## THE PROBLEM
Wherever the string "async" appears in the records, return the line that holds it.

--- INFORMATION SHOWN ---

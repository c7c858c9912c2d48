import { describe, it } from "node:test";
import { expect } from "expect";
import { ROOT, runCli } from "../_run_cli.ts";

describe("crystint calibrate / predict / aim / segregation (machine contract)", () => {
  it("calibrate with a response column prints slope, intercept, their sigmas, r2, lod, loq", async () => {
    const dir = await Deno.makeTempDir();
    // Miller & Miller's worked example as a standards table with ready responses
    await Deno.writeTextFile(
      `${dir}/std.csv`,
      "sample,concentration,unit,response\n" +
        [[0, 2.1], [2, 5.0], [4, 9.0], [6, 12.6], [8, 17.3], [10, 21.0], [12, 24.7]]
          .map(([x, y], i) => `S${i},${x},pg/ml,${y}`).join("\n") +
        "\n",
    );
    const r = await runCli("calibrate", `${dir}/std.csv`, "--json");
    expect(r.code).toBe(0);
    const cal = JSON.parse(r.stdout);
    for (const k of ["slope", "intercept", "slopeSigma", "interceptSigma", "r2", "lod", "loq"]) {
      expect(cal).toHaveProperty(k);
    }
    expect(cal.slope).toBeCloseTo(1.93, 2);
    expect(cal.unit).toBe("pg/ml");
  });

  it("calibrate from spectra writes a calibration that predict reuses; the demo standards come back", async () => {
    const dir = await Deno.makeTempDir();
    const r = await runCli(
      "calibrate",
      `${ROOT}spectra/standards/standards.csv`,
      "--metric",
      "band-area",
      "--band-nm",
      "555",
      "--out",
      `${dir}/cal.json`,
      "--json",
    );
    expect(r.code).toBe(0);
    expect(JSON.parse(r.stdout).r2).toBeGreaterThan(0.99);
    const p = await runCli(
      "predict",
      `${ROOT}spectra/standards/STD-3.csv`,
      "--thickness",
      "2",
      "--calibration",
      `${dir}/cal.json`,
      "--json",
    );
    expect(p.code).toBe(0);
    const [row] = JSON.parse(p.stdout);
    for (
      const k of [
        "sample",
        "file",
        "response",
        "concentration",
        "concentrationSigma",
        "unit",
        "outsideRange",
      ]
    ) expect(row).toHaveProperty(k);
    expect(Math.abs(row.concentration - 0.2)).toBeLessThan(0.02);
    expect(row.unit).toBe("wt%");
  });

  it("aim prints {levels, pathMm, L, a, b, dE00, sensitivity} and finds the levels behind a target", async () => {
    const unit = `${ROOT}spectra/unit`;
    const r = await runCli(
      "aim",
      "--target",
      "45,15,6",
      "--illuminant",
      "D65",
      "--observer",
      "10",
      "--path",
      "6",
      "--dopant",
      `Cr=${unit}/cr_in_corundum.csv`,
      "--dopant",
      `Ti=${unit}/ti_in_corundum.csv`,
      "--json",
    );
    expect(r.code).toBe(0);
    const out = JSON.parse(r.stdout);
    for (const k of ["levels", "pathMm", "L", "a", "b", "dE00", "sensitivity"]) {
      expect(out).toHaveProperty(k);
    }
    expect(Object.keys(out.levels)).toEqual(["Cr", "Ti"]);
    expect(out.pathMm).toBe(6);
    expect(out.dE00).toBeLessThan(1);
    const usage = await runCli(
      "aim",
      "--target",
      "45,15",
      "--dopant",
      `Cr=${unit}/cr_in_corundum.csv`,
      "--path",
      "6",
    );
    expect(usage.code).toBe(1);
  });

  it("segregation fits k_eff from the demo boule profile (positions with --length)", async () => {
    const r = await runCli(
      "segregation",
      `${ROOT}spectra/unit/boule_B-26-04_profile.csv`,
      "--length",
      "80",
      "--json",
    );
    expect(r.code).toBe(0);
    const fit = JSON.parse(r.stdout);
    expect(Math.abs(fit.k - 0.62)).toBeLessThan(3 * fit.kSigma + 0.02);
    expect(fit.kSigma).toBeGreaterThan(0);
  });
});

describe("calibrate from a table of ready responses", () => {
  it("keeps the metric its header names, so predict can apply the calibration to spectra", async () => {
    const dir = await Deno.makeTempDir();
    await Deno.writeTextFile(
      `${dir}/std.csv`,
      "sample,Cr2O3 (wt%),band height (cm-1) @ 555 nm\nA,0.1,1.0\nB,0.2,2.1\nC,0.3,2.9\nD,0.4,4.1\n",
    );
    const r = await runCli("calibrate", `${dir}/std.csv`, "--out", `${dir}/cal.json`, "--json");
    expect(r.code).toBe(0);
    const cal = JSON.parse(await Deno.readTextFile(`${dir}/cal.json`));
    expect(cal.metric).toBe("band-height");
    expect(cal.metricOptions.bandNm).toBe(555);
    // closed-form OLS slope of these four points: Σ(x−x̄)(y−ȳ)/Σ(x−x̄)² = 0.505 / 0.05 = 10.1
    expect(cal.slope).toBeCloseTo(10.1, 9);
  });
});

---

## RESULT
  it("calibrate with a response column prints slope, intercept, their sigmas, r2, lod, loq", async () => {
  it("calibrate from spectra writes a calibration that predict reuses; the demo standards come back", async () => {
  it("aim prints {levels, pathMm, L, a, b, dE00, sensitivity} and finds the levels behind a target", async () => {
  it("segregation fits k_eff from the demo boule profile (positions with --length)", async () => {
  it("keeps the metric its header names, so predict can apply the calibration to spectra", async () => {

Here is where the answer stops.